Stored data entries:

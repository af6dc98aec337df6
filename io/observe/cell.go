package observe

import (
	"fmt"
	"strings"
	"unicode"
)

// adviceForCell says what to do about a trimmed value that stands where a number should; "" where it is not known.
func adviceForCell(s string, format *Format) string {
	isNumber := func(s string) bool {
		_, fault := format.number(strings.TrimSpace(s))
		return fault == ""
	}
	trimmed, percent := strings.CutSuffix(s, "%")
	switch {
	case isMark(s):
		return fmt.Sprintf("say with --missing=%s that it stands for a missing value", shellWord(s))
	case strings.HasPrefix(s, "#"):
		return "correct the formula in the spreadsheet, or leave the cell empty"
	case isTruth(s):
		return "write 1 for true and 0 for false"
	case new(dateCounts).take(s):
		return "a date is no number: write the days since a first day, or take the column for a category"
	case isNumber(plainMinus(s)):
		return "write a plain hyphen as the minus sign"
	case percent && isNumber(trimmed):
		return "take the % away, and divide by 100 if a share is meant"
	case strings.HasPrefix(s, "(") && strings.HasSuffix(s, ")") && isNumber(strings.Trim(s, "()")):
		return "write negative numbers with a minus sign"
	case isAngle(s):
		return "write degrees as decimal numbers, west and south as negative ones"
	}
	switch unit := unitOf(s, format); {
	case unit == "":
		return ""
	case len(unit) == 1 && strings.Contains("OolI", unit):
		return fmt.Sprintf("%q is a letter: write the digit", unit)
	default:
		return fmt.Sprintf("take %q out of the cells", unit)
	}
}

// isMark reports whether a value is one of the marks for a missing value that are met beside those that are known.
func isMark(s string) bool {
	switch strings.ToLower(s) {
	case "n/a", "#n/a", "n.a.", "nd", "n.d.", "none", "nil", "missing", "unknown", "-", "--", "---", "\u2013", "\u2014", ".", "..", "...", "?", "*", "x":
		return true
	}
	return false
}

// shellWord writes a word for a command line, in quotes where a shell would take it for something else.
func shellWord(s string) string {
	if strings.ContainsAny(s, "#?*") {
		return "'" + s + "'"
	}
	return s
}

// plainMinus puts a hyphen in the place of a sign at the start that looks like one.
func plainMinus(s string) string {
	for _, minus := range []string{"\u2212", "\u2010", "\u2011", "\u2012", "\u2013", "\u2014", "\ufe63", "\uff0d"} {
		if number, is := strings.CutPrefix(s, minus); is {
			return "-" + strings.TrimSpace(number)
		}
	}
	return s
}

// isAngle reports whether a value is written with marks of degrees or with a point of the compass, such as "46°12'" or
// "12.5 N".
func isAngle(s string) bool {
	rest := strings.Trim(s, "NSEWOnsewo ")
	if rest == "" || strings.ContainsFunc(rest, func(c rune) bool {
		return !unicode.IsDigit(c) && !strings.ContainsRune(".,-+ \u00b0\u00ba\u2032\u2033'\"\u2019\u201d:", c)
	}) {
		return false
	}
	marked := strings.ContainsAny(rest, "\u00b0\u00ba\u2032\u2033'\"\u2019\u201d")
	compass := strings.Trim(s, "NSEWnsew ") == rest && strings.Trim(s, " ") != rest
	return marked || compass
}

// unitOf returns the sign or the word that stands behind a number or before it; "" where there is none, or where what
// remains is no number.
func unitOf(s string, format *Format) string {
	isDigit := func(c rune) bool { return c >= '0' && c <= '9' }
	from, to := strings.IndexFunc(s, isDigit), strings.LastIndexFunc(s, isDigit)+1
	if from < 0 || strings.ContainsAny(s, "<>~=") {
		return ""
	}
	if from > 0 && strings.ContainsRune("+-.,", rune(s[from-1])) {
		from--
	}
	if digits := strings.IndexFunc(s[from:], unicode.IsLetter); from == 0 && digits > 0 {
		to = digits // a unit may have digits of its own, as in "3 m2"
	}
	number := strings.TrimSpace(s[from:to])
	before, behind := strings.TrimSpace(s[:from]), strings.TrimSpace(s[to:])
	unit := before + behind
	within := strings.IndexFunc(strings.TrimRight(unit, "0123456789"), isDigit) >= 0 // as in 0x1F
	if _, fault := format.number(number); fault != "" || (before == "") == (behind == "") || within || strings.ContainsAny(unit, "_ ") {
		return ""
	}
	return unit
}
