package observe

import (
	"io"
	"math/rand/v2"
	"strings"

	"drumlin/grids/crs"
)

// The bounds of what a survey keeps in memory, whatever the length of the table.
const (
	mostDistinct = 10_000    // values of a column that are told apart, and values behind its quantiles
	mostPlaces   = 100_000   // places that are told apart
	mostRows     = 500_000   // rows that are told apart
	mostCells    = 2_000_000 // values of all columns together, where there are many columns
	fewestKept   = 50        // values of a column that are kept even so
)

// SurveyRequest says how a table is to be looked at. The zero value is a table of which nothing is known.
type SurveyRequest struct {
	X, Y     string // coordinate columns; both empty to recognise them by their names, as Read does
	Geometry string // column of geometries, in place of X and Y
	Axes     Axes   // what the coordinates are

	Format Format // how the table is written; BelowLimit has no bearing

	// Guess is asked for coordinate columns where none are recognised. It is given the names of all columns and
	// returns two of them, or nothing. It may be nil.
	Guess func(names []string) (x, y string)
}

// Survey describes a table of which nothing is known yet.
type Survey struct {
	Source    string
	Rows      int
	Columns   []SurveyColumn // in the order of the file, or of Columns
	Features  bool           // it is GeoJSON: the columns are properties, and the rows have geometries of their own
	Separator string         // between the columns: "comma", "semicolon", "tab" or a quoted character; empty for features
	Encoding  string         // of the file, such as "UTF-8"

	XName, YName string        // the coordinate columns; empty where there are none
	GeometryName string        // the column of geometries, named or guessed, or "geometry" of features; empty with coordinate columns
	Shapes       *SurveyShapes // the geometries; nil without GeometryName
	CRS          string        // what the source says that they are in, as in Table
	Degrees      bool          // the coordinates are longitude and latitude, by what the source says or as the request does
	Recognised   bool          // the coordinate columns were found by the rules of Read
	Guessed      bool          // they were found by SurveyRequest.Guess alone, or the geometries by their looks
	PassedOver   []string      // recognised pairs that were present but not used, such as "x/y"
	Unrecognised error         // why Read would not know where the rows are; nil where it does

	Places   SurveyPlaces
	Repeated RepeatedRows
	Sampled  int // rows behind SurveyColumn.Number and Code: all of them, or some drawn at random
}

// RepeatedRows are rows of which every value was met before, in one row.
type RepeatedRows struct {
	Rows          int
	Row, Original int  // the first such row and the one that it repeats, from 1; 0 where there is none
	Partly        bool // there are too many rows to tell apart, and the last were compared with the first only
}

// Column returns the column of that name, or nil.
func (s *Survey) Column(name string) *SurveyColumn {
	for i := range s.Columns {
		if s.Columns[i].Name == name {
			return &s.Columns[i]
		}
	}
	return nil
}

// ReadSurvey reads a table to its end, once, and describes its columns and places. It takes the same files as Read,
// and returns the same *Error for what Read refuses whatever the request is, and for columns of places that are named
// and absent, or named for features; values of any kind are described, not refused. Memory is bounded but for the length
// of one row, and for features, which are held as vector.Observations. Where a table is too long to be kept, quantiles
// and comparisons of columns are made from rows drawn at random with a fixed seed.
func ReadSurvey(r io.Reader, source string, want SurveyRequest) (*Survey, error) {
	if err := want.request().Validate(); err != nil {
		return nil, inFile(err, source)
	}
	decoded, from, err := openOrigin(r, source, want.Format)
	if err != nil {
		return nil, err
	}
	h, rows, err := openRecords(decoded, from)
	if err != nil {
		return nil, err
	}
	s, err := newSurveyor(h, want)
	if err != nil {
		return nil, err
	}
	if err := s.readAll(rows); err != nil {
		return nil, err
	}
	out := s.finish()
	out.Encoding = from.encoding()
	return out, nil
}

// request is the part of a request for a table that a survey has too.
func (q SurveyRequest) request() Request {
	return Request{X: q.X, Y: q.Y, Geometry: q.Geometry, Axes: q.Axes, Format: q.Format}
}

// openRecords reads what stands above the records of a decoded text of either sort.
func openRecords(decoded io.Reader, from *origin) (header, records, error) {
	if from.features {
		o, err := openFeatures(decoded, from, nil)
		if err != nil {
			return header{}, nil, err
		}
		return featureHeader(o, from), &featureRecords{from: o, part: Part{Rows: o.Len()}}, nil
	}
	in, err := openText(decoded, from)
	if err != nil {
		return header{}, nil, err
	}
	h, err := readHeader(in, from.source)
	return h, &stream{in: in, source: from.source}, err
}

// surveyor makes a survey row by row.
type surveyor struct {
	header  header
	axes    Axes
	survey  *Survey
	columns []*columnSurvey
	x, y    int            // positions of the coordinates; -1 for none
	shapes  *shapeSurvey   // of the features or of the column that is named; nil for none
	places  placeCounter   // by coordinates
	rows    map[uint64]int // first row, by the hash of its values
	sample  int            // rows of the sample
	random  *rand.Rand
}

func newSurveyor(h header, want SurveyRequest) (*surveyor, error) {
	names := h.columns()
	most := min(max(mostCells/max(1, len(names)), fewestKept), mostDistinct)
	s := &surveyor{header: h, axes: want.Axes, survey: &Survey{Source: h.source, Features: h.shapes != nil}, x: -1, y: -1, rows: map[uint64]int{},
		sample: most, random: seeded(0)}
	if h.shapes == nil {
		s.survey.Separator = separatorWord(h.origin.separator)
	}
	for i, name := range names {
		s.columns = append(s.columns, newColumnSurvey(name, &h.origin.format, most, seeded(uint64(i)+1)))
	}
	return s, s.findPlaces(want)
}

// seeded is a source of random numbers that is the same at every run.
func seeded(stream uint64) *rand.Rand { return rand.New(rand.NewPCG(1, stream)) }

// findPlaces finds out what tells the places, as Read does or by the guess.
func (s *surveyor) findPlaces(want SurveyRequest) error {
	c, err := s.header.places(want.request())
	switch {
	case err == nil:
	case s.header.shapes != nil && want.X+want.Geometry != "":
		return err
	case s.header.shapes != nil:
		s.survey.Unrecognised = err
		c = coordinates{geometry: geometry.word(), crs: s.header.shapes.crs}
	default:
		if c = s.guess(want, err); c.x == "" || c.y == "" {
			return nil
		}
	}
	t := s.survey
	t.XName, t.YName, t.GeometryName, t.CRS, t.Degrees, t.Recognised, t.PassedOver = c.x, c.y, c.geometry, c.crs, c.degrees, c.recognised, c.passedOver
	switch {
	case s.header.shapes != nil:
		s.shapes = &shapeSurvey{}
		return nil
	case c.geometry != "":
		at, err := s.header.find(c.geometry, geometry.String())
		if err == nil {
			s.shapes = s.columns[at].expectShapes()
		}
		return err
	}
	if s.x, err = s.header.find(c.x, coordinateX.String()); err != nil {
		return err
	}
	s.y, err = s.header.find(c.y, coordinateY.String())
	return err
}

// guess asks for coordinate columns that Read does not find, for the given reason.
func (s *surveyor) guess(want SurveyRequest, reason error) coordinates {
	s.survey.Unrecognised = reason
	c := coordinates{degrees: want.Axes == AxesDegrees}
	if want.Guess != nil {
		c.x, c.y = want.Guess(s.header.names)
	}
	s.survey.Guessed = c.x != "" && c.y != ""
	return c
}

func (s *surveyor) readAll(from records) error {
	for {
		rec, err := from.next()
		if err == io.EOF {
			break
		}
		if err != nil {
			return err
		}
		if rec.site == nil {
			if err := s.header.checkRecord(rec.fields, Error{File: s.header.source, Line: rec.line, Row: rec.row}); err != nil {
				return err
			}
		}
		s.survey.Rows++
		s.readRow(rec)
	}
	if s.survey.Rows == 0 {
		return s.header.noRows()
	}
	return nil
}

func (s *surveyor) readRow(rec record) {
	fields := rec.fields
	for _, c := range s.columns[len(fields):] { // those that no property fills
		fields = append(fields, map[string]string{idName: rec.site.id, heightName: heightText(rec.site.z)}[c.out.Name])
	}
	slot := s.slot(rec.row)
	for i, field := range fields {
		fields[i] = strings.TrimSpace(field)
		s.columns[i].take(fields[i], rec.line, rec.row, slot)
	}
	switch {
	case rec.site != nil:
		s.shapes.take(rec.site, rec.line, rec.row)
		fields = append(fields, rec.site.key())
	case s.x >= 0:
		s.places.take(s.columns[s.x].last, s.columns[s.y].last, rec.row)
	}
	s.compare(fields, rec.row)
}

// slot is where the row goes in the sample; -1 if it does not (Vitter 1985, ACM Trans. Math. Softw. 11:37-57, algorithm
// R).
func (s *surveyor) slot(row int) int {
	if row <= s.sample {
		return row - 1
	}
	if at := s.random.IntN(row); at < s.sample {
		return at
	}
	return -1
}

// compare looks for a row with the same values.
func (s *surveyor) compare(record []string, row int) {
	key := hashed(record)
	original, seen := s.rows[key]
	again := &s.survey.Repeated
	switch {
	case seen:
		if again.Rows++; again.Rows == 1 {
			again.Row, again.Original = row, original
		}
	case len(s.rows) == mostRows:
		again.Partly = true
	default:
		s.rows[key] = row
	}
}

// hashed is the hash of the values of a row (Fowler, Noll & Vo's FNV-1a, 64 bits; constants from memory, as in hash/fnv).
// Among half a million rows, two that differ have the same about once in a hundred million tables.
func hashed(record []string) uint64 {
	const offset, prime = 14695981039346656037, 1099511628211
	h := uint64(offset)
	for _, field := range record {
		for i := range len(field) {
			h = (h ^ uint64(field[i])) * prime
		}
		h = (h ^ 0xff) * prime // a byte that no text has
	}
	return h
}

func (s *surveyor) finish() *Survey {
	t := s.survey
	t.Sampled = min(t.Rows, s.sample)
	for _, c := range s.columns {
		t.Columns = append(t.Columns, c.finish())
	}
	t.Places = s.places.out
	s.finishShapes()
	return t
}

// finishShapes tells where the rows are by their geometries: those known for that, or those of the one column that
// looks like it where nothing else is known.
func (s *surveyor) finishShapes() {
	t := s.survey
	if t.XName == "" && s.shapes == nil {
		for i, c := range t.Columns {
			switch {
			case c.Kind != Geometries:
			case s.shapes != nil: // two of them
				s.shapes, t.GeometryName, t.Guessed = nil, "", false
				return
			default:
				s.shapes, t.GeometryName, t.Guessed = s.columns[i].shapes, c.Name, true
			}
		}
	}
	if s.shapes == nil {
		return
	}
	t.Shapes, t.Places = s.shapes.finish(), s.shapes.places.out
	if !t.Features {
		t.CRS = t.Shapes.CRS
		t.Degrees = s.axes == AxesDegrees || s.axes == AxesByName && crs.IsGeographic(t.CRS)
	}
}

Task requirements: The records are given above. Copy each line in them that holds "within".

Exercise solution:
	within := strings.IndexFunc(strings.TrimRight(unit, "0123456789"), isDigit) >= 0 // as in 0x1F
	if _, fault := format.number(number); fault != "" || (before == "") == (behind == "") || within || strings.ContainsAny(unit, "_ ") {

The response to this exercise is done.